The car is parked at a friend’s house near Samrong, which is where Sasipa used to live in Bangkok. It’s quite a few BTS Skytrain stops though and as the bags are heavy we took a Tuk Tuk for the first part of the journey. I love a ride on a Tuk Tuk, whizzing through the streets of Bangkok with the wind ruffling your hair and the drivers sometimes manic weaving through the traffic, while you relax and enjoy the sights and sounds. It’s a great experience, but sometimes spoilt by the rip off prices they charge tourists. Luckily I have an ace up my sleeve or should a say a Thai, so I don’t get ripped off too much if at all.


I have really struggled to decide where to go next and even more how to get there. It was going to be Koh Samui, either by sleeper train and catamaran or car and car ferry, but it’s a 12 hour drive and I really can’t be bothered. The other option was Krabi, which is slightly further, but involves no ferry. Either way it’s three quarters of the way to Malaysia and a lot of driving. Then I remembered I wanted to see Kanchanaburi in the west, which is only about 3 hours drive from Bangkok. So here I am overlooking the Bridge over the River Kwai in Kanchanaburi.
Two interesting facts, one is that the author of the book never visited the area and secondly it’s pronounced Kwai as in square not as in why. Either way its history is both very interesting and horrific. Trains still run across it and one actually did while we were on the bridge. You have to squeeze yourself onto one of the parts jutting out over the river, while the train chugs by a mere foot or two from your face. You can imagine how that would fly in the health and safety obsessed west, but it was exhilarating to see and I’m very grateful that you can still make your own choices in much of Asia.



There are a couple of immaculately kept cemeteries with many thousands of young men buried there. Mostly English and commonwealth plus some Dutch soldiers are interred in the centre of town cemetery. In total over 100,000 died while building the 415km railway. Malay and Burmese forced labour counted for many casualties, followed by the British.
We also went to a temple buried in a cave system, Wat Tham Khao Pun. It’s over 150 years old and you have to duck and walk bent double to pass through some of the passageways. We were the only people there so it was quite spooky.

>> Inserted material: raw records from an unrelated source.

import { asc, eq, sql } from 'drizzle-orm';
import type { Reader } from '~/server/db/client';
import { instruments, models, testPlanRevisions, units } from '~/server/db/schema';
import { listOptionGroups } from '~/server/queries/catalog/list-option-groups';
import type { ShopOptionGroup } from '~/server/queries/catalog/list-option-groups';

/** A model to whose test plan a unit can be tested now. */
export interface TestableModel {
  slug: string;
  name: string;
  serialPrefix: string;
  planLetter: string;
  groups: ShopOptionGroup[];
}

/** Models with a released test plan, by name, with what has to be said of a unit of theirs. */
export async function listTestableModels(reader: Reader): Promise<TestableModel[]> {
  const rows = await reader
    .select({
      id: models.id,
      slug: models.slug,
      name: models.name,
      serialPrefix: models.serialPrefix,
      planLetter: testPlanRevisions.letter,
    })
    .from(models)
    .innerJoin(testPlanRevisions, eq(testPlanRevisions.modelId, models.id))
    .where(eq(testPlanRevisions.state, 'released'))
    .orderBy(asc(models.name));
  return Promise.all(
    rows.map(async ({ id, ...row }) => ({ ...row, groups: await listOptionGroups(reader, id) })),
  );
}

/** How far a works has come on the way to its first certificate. */
export interface Beginning {
  hasModel: boolean;
  hasInstrument: boolean;
  hasUnit: boolean;
}

/** Whether there is anything yet of what a final test needs. */
export async function readBeginning(reader: Reader): Promise<Beginning> {
  const any = (table: typeof units | typeof instruments) =>
    reader
      .select({ one: sql<number>`1` })
      .from(table)
      .limit(1);
  const released = reader
    .select({ one: sql<number>`1` })
    .from(testPlanRevisions)
    .where(eq(testPlanRevisions.state, 'released'))
    .limit(1);
  const [model, instrument, unit] = await Promise.all([released, any(instruments), any(units)]);
  return { hasModel: model.length > 0, hasInstrument: instrument.length > 0, hasUnit: unit.length > 0 };
}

Not sure where we’re headed tomorrow, I’ll let you know…
Hello. Super début de voyage que nous avons beaucoup de plaisir à partager avec toi. Merci pour les commentaires enrichi de notes historiques qui nous permettent de mieux comprendre la vie dans ses lointaines contrées. Les anecdotes sont très drôle, et tu ne perds rien de ton humour so British. Merci également pour les superbes photos qui viennent enrichir nos représentations orientales. Continue ton chemin avec autant de curiosité et de détermination. À très bientôt. Embrasse tous les tiens et tes proches.Luc
Merci Luc pour tes gentils mots, 😀 j’écrirai plus bientôt, j’espère que tu vas bien.
Sounds as if you gave crammed in a whole holiday already. Have a great time.
Thanks, yes trying to see and do lots!